Interviews, insight & analysis on digital media & marketing

Alexis Faulkner: why adaptability and resilience are so vital in digital media

Alexis Faulkner is head of Fast UK at  Mindshare and NDA’s new regular columnist.

Earlier, I saw a meme asking if we can unplug 2020, wait 20 seconds and plug back in. It certainly feels like if that classic IT fix could help us now, we’d all be waiting at the socket for a much-needed reset. Between forest fires, Iran/US tension and now the COVID-19 pandemic — it’s fair to say we’ve had a bumpy Q1.

 From now on, Mindshare, like most other companies, is working from home. While we know our tools and systems work remotely, it’s somewhat of a trial for the whole of the UK and WW teams to be having to do so at the same time.

Watching our ‘Business Continuity Plan’ kick in has got me thinking about the two core traits I believe will become essential over the next several weeks but also to our future workforce generally: Adaptability and Resilience.

One of the challenges for teams in the digital space is keeping up with the pace of change. While traditional media has largely had the same buying model for the last 20   years plus, digital just doesn’t stay still. The changes have impacted every area of media, from consumer behaviour online and the tools we use, to the data we can see or the ethics on how we use it.

Keeping up is a challenge, whilst my dad’s job running a factory remained pretty similar for 50 years, my role in media has been more changeable; moving companies and constantly adapting skillsets. Today, the most successful people I see have less of a job spec and more of an ongoing evolution of capabilities focused towards growth goals.

We see this debate played out on industry panels about AI. I’ve heard viewpoints that planning tools will replace teams, or that optimisers will cease to exist as algorithms mature.

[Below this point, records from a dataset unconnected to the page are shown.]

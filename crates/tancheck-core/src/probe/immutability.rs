//! The input-immutability probe: the routine does not write to what it only reads (strain,
//! strain increment, start stress, start state, properties). Inputs are copied before each
//! call and compared bit for bit after it.

use super::Needs;
use super::{faulted, walk, Probe, ProbeEnv, ProbeResult, ProbeStatus};
use crate::error::CoreError;
use crate::routine::Caller;

pub struct Immutability;

impl Probe for Immutability {
    fn name(&self) -> &'static str {
        "immutability"
    }
    fn needs(&self) -> Needs {
        Needs::empty()
    }
    fn run(&self, caller: &mut Caller<'_>, env: &ProbeEnv<'_>) -> Result<ProbeResult, CoreError> {
        let mut first: Option<(usize, String)> = None;
        let walked = walk(caller, env, |k, d, c| {
            if !env.spec.runs_at(k) || first.is_some() {
                return Ok(());
            }
            let before = (
                d.start().strain.clone(),
                d.dstrain().to_vec(),
                d.start().stress.clone(),
                d.start().state.clone(),
                d.props().to_vec(),
            );
            d.base_call(c)?;
            let same = |x: &[f64], y: &[f64]| x.iter().zip(y).position(|(p, q)| p.to_bits() != q.to_bits());
            for (what, b, a) in [
                ("strain", &before.0, &d.start().strain),
                ("dstrain", &before.1, &d.dstrain().to_vec()),
                ("stress0", &before.2, &d.start().stress),
                ("state0", &before.3, &d.start().state),
                ("props", &before.4, &d.props().to_vec()),
            ] {
                if let Some(i) = same(b, a) {
                    first = Some((k, format!("{what}[{i}] changed from {} to {}", b[i], a[i])));
                    break;
                }
            }
            Ok(())
        });
        if let Err((k, f)) = walked {
            return Ok(faulted("immutability", k, &f));
        }
        Ok(match first {
            None => ProbeResult::new("immutability", ProbeStatus::Pass, "no input was written to"),
            Some((k, what)) => {
                let mut r = ProbeResult::new(
                    "immutability",
                    ProbeStatus::Fail,
                    format!("the routine writes to a read-only input at increment {k}: {what}"),
                );
                r.increment = Some(k);
                r
            }
        })
    }
}
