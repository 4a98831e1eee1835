//! The softening probe: softening is expected, not a failure, while declared damage grows.
//! At each probed increment the symmetric part of the returned tangent (Mandel form) and the
//! acoustic tensor are assessed with the stability probe's measures
//! ([`super::stability::assess`]). A negative eigenvalue of the symmetric part in an increment
//! where a declared damage variable (`"damage": [state indices]`) grows is reported as
//! information; loss of ellipticity is reported with the band normal, as the stability probe
//! does. A negative eigenvalue where no declared damage grows (elastic loading, unloading,
//! reloading below the largest load, closure) fails: a damage law that does not grow is
//! secant-like there, so softening means the tangent carries a growth term the update did
//! not take (or damage that heals, which the irreversibility probe names).
//!
//! Negative means λ_min/s < −`tol` (default 1e-10; s the largest |eigenvalue| of the symmetric
//! part): a zero eigenvalue, as in a fully failed mode whose stiffness is gone, is not
//! softening. Without `damage`: skipped with that reason.

use super::stability::{assess, probed_tangent, walk_ended, Assessment};
use super::{walk, Probe, ProbeEnv, ProbeResult, ProbeStatus};
use crate::error::CoreError;
use crate::probe::Needs;
use crate::routine::Caller;

pub struct Softening;

const DEFAULT_TOL: f64 = 1e-10;

fn vector(n: &[f64; 3]) -> String {
    format!("({:.4}, {:.4}, {:.4})", n[0], n[1], n[2])
}

/// What the walk saw at one increment.
struct Seen {
    increment: usize,
    growth: bool,
    branch: i32,
    assessment: Assessment,
    /// No declared damage grows in the increment, but a step [`FURTHER`] beyond its end along
    /// it makes one grow: the increment ends exactly where damage starts (again) to grow.
    onset: bool,
}

/// How far beyond an increment's end (relative to the strain scale) the probe looks for damage
/// starting to grow. Why 1e-7: far above the kink tolerances routines use (1e-12 of the strain
/// is common practice) and rounding, far below any increment a path would take.
const FURTHER: f64 = 1e-7;

/// Whether a step [`FURTHER`] beyond the end of the driver's increment, along it, makes a state
/// variable of `indices` grow from the increment's start (the driver is the probe's own copy).
/// An increment that ends exactly on the damage surface (a reload to the largest load so far,
/// a load to the onset) may return the loading side's tangent, which softens: the check accepts
/// either side's at such a kink (a correct damage law failed here at a reload exactly to its
/// largest equivalent strain; a user-style sweep).
fn grows_further(
    d: &mut crate::driver::Driver,
    caller: &mut Caller<'_>,
    indices: &[usize],
    step_floor: f64,
) -> Result<bool, crate::routine::Fault> {
    let size = d.dstrain().iter().fold(0.0f64, |a, x| a.max(x.abs()));
    if size == 0.0 || !size.is_finite() {
        return Ok(false);
    }
    let factor = 1.0 + FURTHER * d.strain_scale(step_floor) / size;
    let further: Vec<f64> = d.dstrain().iter().map(|x| x * factor).collect();
    let (dtemp, dtime) = (d.dtemp(), d.dtime());
    d.set_increment(&further, dtemp, dtime);
    d.base_call(caller)?;
    Ok(indices.iter().any(|&i| d.base.state[i] > d.start().state[i]))
}

impl Probe for Softening {
    fn name(&self) -> &'static str {
        "softening"
    }
    fn needs(&self) -> Needs {
        Needs::TANGENT.union(Needs::DAMAGE_INDICES)
    }
    fn run(&self, caller: &mut Caller<'_>, env: &ProbeEnv<'_>) -> Result<ProbeResult, CoreError> {
        self.run_checked(caller, env).map_err(CoreError::ProbeInput)
    }
}

impl Softening {
    fn run_checked(&self, caller: &mut Caller<'_>, env: &ProbeEnv<'_>) -> Result<ProbeResult, String> {
        let name = self.name();
        let Some(indices) = env.spec.damage.as_ref().filter(|v| !v.is_empty()) else {
            return Ok(ProbeResult::skipped(
                name,
                "no damage variables declared (\"damage\": [state indices]), so softening is not expected anywhere",
            ));
        };
        let nstate = caller.info().nstate;
        if let Some(&bad) = indices.iter().find(|&&i| i >= nstate) {
            return Err(format!(
                "softening: damage index {bad} is not a state variable (the routine has {nstate})"
            ));
        }
        let tol = env.spec.tol.unwrap_or(DEFAULT_TOL);
        let conv = caller.info().convention.clone();
        let mut seen: Vec<Seen> = Vec::new();
        let walked = walk(caller, env, |k, d, caller| {
            let Some(tangent) = probed_tangent(env, k, d)? else {
                return Ok(());
            };
            let growth = indices.iter().any(|&i| d.base.state[i] > d.start().state[i]);
            let (branch, assessment) = (d.base.outcome.branch, assess(&conv, tangent));
            let onset = !growth
                && assessment.eigen_ratio() < -tol
                && grows_further(d, caller, indices, env.settings.step_floor)?;
            seen.push(Seen { increment: k, growth, branch, assessment, onset });
            Ok(())
        });
        if let Err((k, f)) = walked {
            return Ok(walk_ended(name, k, &f));
        }
        if seen.is_empty() {
            return Ok(ProbeResult::skipped(name, "no increment of the path is probed (see `at`)"));
        }
        let soft = |s: &&Seen| s.assessment.eigen_ratio() < -tol;
        let expected: Vec<&Seen> = seen.iter().filter(|s| s.growth).filter(soft).collect();
        let unexpected: Vec<&Seen> = seen.iter().filter(|s| !s.growth && !s.onset).filter(soft).collect();
        let onsets: Vec<&Seen> = seen.iter().filter(|s| s.onset).collect();
        let growth = seen.iter().filter(|s| s.growth).count();
        let loss = seen.iter().find(|s| s.assessment.det_ratio().is_some_and(|q| q <= tol));
        let mut parts = Vec::new();
        match expected.first() {
            Some(s) => parts.push(format!(
                "softening during damage growth at {} of {growth} growth increment(s), from increment {} \
                 (expected, not a failure)",
                expected.len(),
                s.increment
            )),
            None if growth > 0 => {
                parts.push(format!("no softening in the {growth} increment(s) of damage growth"))
            }
            None => parts.push("declared damage does not grow on this path (a weak test)".into()),
        }
        if let Some(s) = onsets.first() {
            parts.push(format!(
                "softening at {} increment(s) that end exactly where damage starts to grow, from increment {} (a \
                 step {FURTHER:.0e} of the strain further grows it: the tangent there may be the loading side's; \
                 not a failure)",
                onsets.len(),
                s.increment
            ));
        }
        if let Some(s) = loss {
            let a = s.assessment.acoustic.expect("a loss has an acoustic tensor");
            parts.push(format!(
                "ellipticity lost at increment {}{}, band normal {} at {:.1}° from axis 1",
                s.increment,
                if s.growth { " (damage growth)" } else { "" },
                vector(&a.normal),
                a.angle_from_axis1()
            ));
        }
        let mut r = match unexpected.first() {
            None => {
                parts.push("positive semi-definite wherever damage does not grow".into());
                ProbeResult::new(name, ProbeStatus::Pass, parts.join("; "))
            }
            Some(s) => {
                let mut r = ProbeResult::new(
                    name,
                    ProbeStatus::Fail,
                    format!(
                        "the tangent softens (λmin/s = {:.3e}) at increment {} (branch {}) where no declared \
                         damage grows — {} such increment(s); {}",
                        s.assessment.eigen_ratio(),
                        s.increment,
                        s.branch,
                        unexpected.len(),
                        parts.join("; ")
                    ),
                );
                r.increment = Some(s.increment);
                r
            }
        };
        r.value = Some(seen.iter().map(|s| s.assessment.eigen_ratio()).fold(f64::INFINITY, f64::min));
        r.tol = Some(tol);
        for s in &seen {
            let mut line = format!(
                "increment {} (branch {}{}): λmin/s = {:.3e}",
                s.increment,
                s.branch,
                if s.growth {
                    ", damage grows"
                } else if s.onset {
                    ", ends where damage starts to grow"
                } else {
                    ""
                },
                s.assessment.eigen_ratio()
            );
            if let (Some(a), Some(q)) = (s.assessment.acoustic, s.assessment.det_ratio()) {
                line.push_str(&format!(", min det Q/s^{} = {q:.3e} at n = {}", a.dim, vector(&a.normal)));
            }
            r.details.push(line);
        }
        Ok(r)
    }
}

The truth I suspect will be more nuanced — those who understand planning will need to guide the input to AI machines (which in themselves are still a pipe dream currently), and as humans are naturally inquisitive, we’ll need to interpret the outcomes for those who don’t specialise in these systems.

Those who optimise now may build the next algorithm script or be released to work out how the data we feed into the learning isn’t biased.

I sometimes worry whether we, and younger generations, are able to adapt at the pace of change. I find my parents have struggled more with technology changes (my mum had to come off Facebook after the stress of thinking she had to reply to every post she saw) and I wonder, as we age, are we likely to fall prey to the same issues and be unable to adapt.

However, an industry friend recently pointed out to me that our own and younger generations have been primed our whole lives to adapt not just to technology but cultural and perception changes.

This isn’t just an ability to understand the new, it becomes a skill to be able to adapt, one that is already inbuilt into many younger digital natives.

So whilst we’re all responding to the latest crisis, we can all focus on adaptation – whether in our micro daily routine or macro business or cultural events.

Charles Darwin said it best, “It is not the most intellectual of the species that survives; it is not the strongest that survives; but the species that survives is the one that is able to  adapt  to and to adjust best to the changing environment in which it finds itself.”

After all my musings, I think the workforce of tomorrow is pretty well placed to do it.